What this task involves
Which lines of the records below contain the word "than"? Show each one.

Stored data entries

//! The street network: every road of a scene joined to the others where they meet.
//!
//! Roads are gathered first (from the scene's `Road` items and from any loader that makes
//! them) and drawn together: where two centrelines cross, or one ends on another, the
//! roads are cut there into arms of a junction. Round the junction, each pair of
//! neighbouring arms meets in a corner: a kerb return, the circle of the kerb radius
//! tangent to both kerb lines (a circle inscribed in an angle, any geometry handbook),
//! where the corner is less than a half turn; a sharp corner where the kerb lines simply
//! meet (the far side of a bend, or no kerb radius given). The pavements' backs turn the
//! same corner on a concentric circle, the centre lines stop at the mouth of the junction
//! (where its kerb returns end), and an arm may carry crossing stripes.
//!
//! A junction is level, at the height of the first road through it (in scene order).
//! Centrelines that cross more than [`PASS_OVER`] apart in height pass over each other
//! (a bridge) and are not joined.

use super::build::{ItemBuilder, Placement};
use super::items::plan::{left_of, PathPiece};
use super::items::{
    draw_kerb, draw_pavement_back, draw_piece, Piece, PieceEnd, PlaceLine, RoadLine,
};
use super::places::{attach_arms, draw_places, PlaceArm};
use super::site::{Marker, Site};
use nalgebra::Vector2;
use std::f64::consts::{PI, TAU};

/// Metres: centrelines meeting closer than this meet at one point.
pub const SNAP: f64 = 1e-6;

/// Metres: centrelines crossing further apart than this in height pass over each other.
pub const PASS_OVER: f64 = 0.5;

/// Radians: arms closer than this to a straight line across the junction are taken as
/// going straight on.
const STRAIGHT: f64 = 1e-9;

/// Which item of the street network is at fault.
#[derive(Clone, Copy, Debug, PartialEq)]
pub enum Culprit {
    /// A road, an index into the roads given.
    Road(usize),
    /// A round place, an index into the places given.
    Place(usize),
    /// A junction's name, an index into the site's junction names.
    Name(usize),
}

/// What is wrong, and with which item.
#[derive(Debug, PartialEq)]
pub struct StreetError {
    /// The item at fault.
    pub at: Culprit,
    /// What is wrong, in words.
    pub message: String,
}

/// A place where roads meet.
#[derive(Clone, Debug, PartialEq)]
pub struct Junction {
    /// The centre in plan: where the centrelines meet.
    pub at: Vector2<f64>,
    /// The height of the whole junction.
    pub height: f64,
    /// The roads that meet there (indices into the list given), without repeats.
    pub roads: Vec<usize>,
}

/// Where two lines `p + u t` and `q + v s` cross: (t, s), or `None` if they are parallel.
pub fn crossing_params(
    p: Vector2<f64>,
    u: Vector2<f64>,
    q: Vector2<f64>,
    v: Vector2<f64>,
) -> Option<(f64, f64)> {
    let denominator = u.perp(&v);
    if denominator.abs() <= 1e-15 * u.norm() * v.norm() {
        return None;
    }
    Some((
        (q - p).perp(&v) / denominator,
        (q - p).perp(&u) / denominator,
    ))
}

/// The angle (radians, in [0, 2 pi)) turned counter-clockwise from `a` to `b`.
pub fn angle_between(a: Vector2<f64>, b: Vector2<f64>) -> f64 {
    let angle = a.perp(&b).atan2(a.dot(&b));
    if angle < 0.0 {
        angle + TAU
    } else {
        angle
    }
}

--

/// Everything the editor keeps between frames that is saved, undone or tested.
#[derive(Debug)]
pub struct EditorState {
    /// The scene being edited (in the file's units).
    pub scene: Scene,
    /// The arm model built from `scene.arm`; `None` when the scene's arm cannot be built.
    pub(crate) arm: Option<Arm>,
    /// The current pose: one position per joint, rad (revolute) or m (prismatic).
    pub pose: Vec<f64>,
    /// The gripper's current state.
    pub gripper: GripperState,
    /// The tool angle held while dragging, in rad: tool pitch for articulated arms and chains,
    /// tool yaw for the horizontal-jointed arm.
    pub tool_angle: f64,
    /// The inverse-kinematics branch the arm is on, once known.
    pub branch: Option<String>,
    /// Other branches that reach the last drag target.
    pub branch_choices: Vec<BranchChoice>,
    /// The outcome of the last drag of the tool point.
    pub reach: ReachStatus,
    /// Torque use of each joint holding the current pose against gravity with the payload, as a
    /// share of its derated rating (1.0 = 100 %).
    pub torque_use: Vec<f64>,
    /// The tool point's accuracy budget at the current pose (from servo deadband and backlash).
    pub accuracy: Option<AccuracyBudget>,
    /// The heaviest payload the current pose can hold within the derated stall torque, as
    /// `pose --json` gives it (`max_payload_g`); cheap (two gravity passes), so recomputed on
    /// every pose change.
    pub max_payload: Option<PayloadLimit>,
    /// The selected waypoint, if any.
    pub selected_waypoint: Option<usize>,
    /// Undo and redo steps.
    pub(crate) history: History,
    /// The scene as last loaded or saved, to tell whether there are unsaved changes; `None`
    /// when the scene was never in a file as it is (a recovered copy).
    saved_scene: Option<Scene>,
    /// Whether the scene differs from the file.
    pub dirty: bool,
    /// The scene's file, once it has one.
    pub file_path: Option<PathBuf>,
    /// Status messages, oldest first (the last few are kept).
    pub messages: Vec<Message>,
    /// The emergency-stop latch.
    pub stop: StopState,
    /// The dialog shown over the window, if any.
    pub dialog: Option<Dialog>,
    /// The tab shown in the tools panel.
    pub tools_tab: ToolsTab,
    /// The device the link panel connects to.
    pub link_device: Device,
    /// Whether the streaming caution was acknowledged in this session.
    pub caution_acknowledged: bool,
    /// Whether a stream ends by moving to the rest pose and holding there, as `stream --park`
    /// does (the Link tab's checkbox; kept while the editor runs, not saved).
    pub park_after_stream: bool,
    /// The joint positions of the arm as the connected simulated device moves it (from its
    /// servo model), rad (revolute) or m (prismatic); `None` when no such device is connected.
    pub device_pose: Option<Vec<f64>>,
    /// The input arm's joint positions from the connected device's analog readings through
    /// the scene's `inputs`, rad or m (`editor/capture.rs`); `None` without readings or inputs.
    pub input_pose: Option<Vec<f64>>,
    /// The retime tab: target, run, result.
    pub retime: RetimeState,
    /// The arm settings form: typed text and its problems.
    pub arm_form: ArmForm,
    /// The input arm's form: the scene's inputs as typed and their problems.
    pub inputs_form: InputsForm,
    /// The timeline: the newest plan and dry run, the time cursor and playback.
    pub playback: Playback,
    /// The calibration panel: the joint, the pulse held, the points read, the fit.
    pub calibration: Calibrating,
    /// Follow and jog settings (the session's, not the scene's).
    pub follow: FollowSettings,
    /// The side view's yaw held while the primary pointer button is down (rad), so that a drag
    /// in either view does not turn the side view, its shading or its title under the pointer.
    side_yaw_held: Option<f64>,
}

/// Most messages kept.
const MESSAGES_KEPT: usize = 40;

Completed exercise
//! where the corner is less than a half turn; a sharp corner where the kerb lines simply
//! Centrelines that cross more than [`PASS_OVER`] apart in height pass over each other
/// Metres: centrelines meeting closer than this meet at one point.
/// Metres: centrelines crossing further apart than this in height pass over each other.
/// Radians: arms closer than this to a straight line across the junction are taken as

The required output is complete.